Nelle parole di Francesco, «è brutto arrivare alla vecchiaia col cuore amaro, col cuore deluso, col cuore critico delle cose nuove. La prosperità spesso rende ciechi, superficiali, orgogliosi», ha affermato; invece «il passaggio attraverso la prova, se vissuto al calore della fede, malgrado la sua durezza e le lacrime, fa sì che noi rinasciamo, e ci ritroviamo diversi rispetto al passato. Nel vivo del dolore, chi sta stretto al Signore vede che egli dischiude la sofferenza, la apre, la trasforma in una porta attraverso la quale entra la speranza». Si tratta, ha spiegato il Papa, di «un’esperienza pasquale, un passaggio doloroso che apre alla vita, una sorta di travaglio spirituale che nel buio ci fa venire di nuovo alla luce. Questa svolta – ha precisato – non avviene perché i problemi sono scomparsi ma perché la crisi è diventata una misteriosa occasione di purificazione interiore».

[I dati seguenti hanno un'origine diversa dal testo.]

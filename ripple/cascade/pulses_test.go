package cascade

import (
	"math"
	"testing"

	"pgregory.net/rapid"

	"kilovet/hv/quantity"
)

// pulsed brings a half-wave ladder to its steady state pulse by pulse from near it,
// finding at every pulse which diodes conduct; the load takes half a period's charge
// in between. It knows nothing of the closed forms but the start.
func pulsed(t *rapid.T, c Cascade, load quantity.Current) (top, beforeFall, afterFall, end quantity.Voltage, l *ladder) {
	l = c.discharged()
	for k := range l.coupling {
		l.coupling[k], l.smoothing[k] = float64(c.rung()), float64(c.rung())
	}
	l.coupling[0] /= 2
	half := float64(load) / float64(c.Frequency) / 2
	discharge := func() {
		for k := range l.smoothing {
			l.smoothing[k] -= half / float64(c.Smoothing[k])
		}
	}
	for range 200_000 {
		discharge()
		l.positive()
		was := top
		top = l.output()
		discharge()
		beforeFall = l.output()
		l.negative()
		afterFall = l.output()
		end = afterFall - quantity.Voltage(half*sumOfElastance(c))
		if math.Abs(float64(top-was)) < 1e-13*float64(c.Peak) {
			return
		}
	}
	t.Fatal("no steady state")
	return
}

func sumOfElastance(c Cascade) float64 {
	var sum float64
	for _, s := range c.Smoothing {
		sum += 1 / float64(s)
	}
	return sum
}

// Closed forms against pulses, any capacitors: every level of the output wave-form.
func TestClosedFormsAgainstPulses(t *testing.T) {
	rapid.Check(t, func(t *rapid.T) {
		c := anyCascade(t)
		c.Symmetrical = false
		n := min(c.Stages(), 5)
		c.Coupling, c.Smoothing = c.Coupling[:n], c.Smoothing[:n]
		share := rapid.Float64Range(0.01, 0.3).Draw(t, "share of the no-load voltage")
		unit := c.climb(1)
		load := quantity.Current(share * float64(unit.NoLoad/unit.Drop()))
		s := c.climb(load)
		if s.lowest() <= 0 {
			t.Skip("a capacitor empties")
		}
		top, before, after, end, l := pulsed(t, c, load)
		w := s.Ripple
		for i, got := range []quantity.Voltage{top, before, after, end} {
			_, b, a, e := w.corners()
			want := s.Output.Maximum + []quantity.Voltage{0, b, a, e}[i]
			if math.Abs(float64(got-want)) > 1e-7*float64(s.NoLoad) {
				t.Errorf("level %d of the output: %g, want %g", i, got, want)
			}
		}
		for k := range l.coupling {
			if math.Abs(l.coupling[k]-float64(s.Coupling[k].Maximum)) > 1e-7*float64(s.NoLoad) {
				t.Errorf("coupling capacitor %d after the negative peak: %g, want %g", k+1, l.coupling[k], s.Coupling[k].Maximum)
			}
		}
	})
}

// A quasi-static sine: the drive moves in small steps and the diodes follow. This is
// the comparison behind the table of the package comment and behind LargestSwing.
func TestOverstatementByRealPulses(t *testing.T) {
	for _, r := range []struct {
		stages             int
		swing              float64 // q/(C peak)
		drop, ripple, each float64
	}{
		{1, 0.01, 0.0142, 0.0331, 0.001},
		{1, 0.1, 0.0463, 0.1111, 0.002},
		{1, 0.3, 0.0834, 0.2130, 0.003},
		{2, 0.1, 0.0400, 0.1355, 0.003},
		{2, 0.3, 0.0744, 0.3043, 0.004},
		{4, 0.1, 0.0339, 0.1950, 0.004},
	} {
		c := Cascade{Peak: 1, Frequency: 1}.Equal(r.stages, 1)
		mean, ripple := c.inTime(r.swing, 1000)
		s := c.climb(quantity.Current(r.swing))
		drop := float64(s.NoLoad) - mean
		if got := float64(s.Drop())/drop - 1; math.Abs(got-r.drop) > r.each {
			t.Errorf("%d stages at %g: drop overstated by %.4f, want %.4f", r.stages, r.swing, got, r.drop)
		}
		if got := float64(s.Ripple.PeakToPeak())/ripple - 1; math.Abs(got-r.ripple) > 2*r.each {
			t.Errorf("%d stages at %g: ripple overstated by %.4f, want %.4f", r.stages, r.swing, got, r.ripple)
		}
	}
}

// inTime follows a unit cascade (1 V, 1 Hz, 1 F) under a load of so many amperes
// through 60 n² periods of a sine, in steps, and returns mean and ripple of the last.
func (c Cascade) inTime(load float64, steps int) (mean, ripple float64) {
	l := c.discharged()
	for k := range l.coupling {
		l.coupling[k], l.smoothing[k] = 2, 2
	}
	l.coupling[0] = 1
	for range 12*c.Stages()*c.Stages() + 20 {
		low, high := math.Inf(1), math.Inf(-1)
		mean = 0
		for i := range steps {
			e := quantity.Voltage(math.Cos(2 * math.Pi * float64(i) / float64(steps)))
			for k := range l.smoothing {
				l.smoothing[k] -= load / float64(steps)
			}
			l.c.Peak = e // positive() brings the drive to +Peak, negative() to −Peak
			l.positive()
			l.c.Peak = -e
			l.negative()
			v := float64(l.output())
			mean += v / float64(steps)
			low, high = min(low, v), max(high, v)
		}
		ripple = high - low
	}
	return mean, ripple
}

Prendendo a prestito le parole di san Gregorio Nazianzeno, il pontefice ha aggiunto ancora che «nulla più della sofferenza induce a scoprire cose nuove. La prova rinnova, perché fa cadere molte scorie e insegna a guardare oltre, al di là del buio, a toccare con mano che il Signore salva davvero e ha il potere di trasformare tutto, perfino la morte. Egli ci lascia attraversare delle strettoie non per abbandonarci ma per accompagnarci. Sì, perché Dio – ha assicurato – accompagna soprattutto nel dolore, come un padre che fa crescere bene il figlio standogli vicino nelle difficoltà senza sostituirsi a lui. E prima che sul nostro viso spunti il pianto, la commozione ha già arrossato gli occhi di Dio Padre. Lui piange prima». E ancora: «Il dolore resta un mistero ma in questo mistero possiamo scoprire in modo nuovo la paternità di Dio che ci visita nella prova, e arrivare a dire, con l’autore delle Lamentazioni: “Buono è il Signore con chi spera in lui, con colui che lo cerca”».

A conclusione dell’omelia, un invito: «Davanti al mistero della morte redenta, chiediamo la grazia di guardare con occhi diversi le avversità. Chiediamo la forza di saperle abitare nel silenzio mite e fiducioso che attende la salvezza del Signore, senza lamentarci e senza brontolare». Fiduciosi che «ciò che sembra un castigo, si rivelerà una grazia, una nuova dimostrazione dell’amore di Dio per noi». Ma «saper attendere in silenzio, senza chiacchiericci, la salvezza del Signore è un’arte: è sulla strada della santità. Coltiviamola. È preziosa nel tempo che stiamo vivendo: ora più che mai non serve gridare e suscitare clamori, amareggiarci, serve che ognuno testimoni con la vita la fede, che è attesa docile e speranzosa», ha sottolineato. Il cristiano, nell’analisi del pontefice, «non sminuisce la gravità della sofferenza ma alza lo sguardo al Signore e sotto i colpi della prova confida in lui e prega, prega per chi soffre. Tiene gli occhi al cielo, ma ha le mani sempre protese in terra, per servire concretamente il prossimo. Anche nel momento della tristezza, del buio, il servizio», ha aggiunto a braccio. Quindi, l’esortazione: «Preghiamo per i cardinali e i vescovi che ci hanno lasciato nell’anno trascorso. Alcuni di loro sono morti a causa del Covid-19, in situazioni difficili che hanno aggravato la sofferenza. Possano ora questi nostri fratelli assaporare la gioia dell’invito evangelico, quello che il Signore rivolge ai suoi servi fedeli: “Venite, benedetti del Padre mio, ricevete in eredità il regno preparato per voi fin dalla creazione del mondo”».